## DATA SECTION

|---|

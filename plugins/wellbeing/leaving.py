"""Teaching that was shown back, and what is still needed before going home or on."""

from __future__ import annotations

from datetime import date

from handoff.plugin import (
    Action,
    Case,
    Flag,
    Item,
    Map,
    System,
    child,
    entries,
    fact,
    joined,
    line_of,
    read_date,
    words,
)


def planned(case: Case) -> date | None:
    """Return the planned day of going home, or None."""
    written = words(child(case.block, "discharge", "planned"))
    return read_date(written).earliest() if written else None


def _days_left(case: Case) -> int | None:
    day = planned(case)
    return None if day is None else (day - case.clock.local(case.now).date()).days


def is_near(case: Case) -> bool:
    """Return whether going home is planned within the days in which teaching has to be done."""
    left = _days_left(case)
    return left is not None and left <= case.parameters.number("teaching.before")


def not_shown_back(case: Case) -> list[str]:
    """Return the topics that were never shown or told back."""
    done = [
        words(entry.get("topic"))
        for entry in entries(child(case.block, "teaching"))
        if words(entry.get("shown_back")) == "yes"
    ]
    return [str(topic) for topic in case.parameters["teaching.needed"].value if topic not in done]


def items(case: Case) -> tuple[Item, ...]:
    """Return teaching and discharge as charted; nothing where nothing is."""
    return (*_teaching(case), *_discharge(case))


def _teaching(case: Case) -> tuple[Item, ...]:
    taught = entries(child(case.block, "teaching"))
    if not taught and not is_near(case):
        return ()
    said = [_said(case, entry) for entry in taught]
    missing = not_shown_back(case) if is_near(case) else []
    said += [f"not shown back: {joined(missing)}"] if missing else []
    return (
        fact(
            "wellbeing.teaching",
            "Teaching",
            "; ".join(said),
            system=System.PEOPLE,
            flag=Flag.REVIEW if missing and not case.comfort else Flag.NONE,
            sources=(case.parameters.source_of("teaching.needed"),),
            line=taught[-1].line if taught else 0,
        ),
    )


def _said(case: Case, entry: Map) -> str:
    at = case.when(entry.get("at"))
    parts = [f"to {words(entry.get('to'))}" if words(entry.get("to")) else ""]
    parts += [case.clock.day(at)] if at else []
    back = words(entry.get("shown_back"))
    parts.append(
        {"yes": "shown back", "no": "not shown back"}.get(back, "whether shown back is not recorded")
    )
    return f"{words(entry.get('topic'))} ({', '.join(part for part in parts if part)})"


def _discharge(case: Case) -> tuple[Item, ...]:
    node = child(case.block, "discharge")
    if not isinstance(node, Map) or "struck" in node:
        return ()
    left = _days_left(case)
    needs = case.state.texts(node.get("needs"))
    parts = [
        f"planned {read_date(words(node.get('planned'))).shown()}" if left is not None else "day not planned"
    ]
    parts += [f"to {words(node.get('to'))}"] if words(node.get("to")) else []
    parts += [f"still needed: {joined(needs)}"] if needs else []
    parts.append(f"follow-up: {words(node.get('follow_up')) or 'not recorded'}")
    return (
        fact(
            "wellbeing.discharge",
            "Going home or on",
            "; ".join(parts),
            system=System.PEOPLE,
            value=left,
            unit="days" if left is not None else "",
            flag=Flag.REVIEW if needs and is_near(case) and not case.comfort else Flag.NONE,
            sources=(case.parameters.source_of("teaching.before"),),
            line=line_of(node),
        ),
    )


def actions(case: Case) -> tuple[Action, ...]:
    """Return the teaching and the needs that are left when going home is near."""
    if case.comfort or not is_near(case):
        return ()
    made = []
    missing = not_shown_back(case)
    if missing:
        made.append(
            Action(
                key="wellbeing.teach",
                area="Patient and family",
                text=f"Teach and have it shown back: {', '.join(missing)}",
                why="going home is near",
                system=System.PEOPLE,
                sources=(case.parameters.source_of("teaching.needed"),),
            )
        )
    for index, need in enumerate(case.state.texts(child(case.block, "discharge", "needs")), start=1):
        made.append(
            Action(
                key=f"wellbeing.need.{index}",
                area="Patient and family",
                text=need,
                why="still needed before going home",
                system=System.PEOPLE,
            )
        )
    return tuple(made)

|---|

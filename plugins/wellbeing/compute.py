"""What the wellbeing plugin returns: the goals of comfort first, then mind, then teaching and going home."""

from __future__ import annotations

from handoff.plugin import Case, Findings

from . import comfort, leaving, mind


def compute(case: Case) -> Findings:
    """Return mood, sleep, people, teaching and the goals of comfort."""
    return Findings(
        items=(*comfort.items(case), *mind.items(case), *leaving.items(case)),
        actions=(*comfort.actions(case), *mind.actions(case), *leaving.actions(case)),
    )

|---|

## DESCRIPTION OF THE TASK
Find the string "items" in the entries above and return each line that holds it.

## RESULT OF THE EXERCISE
def items(case: Case) -> tuple[Item, ...]:
        items=(*comfort.items(case), *mind.items(case), *leaving.items(case)),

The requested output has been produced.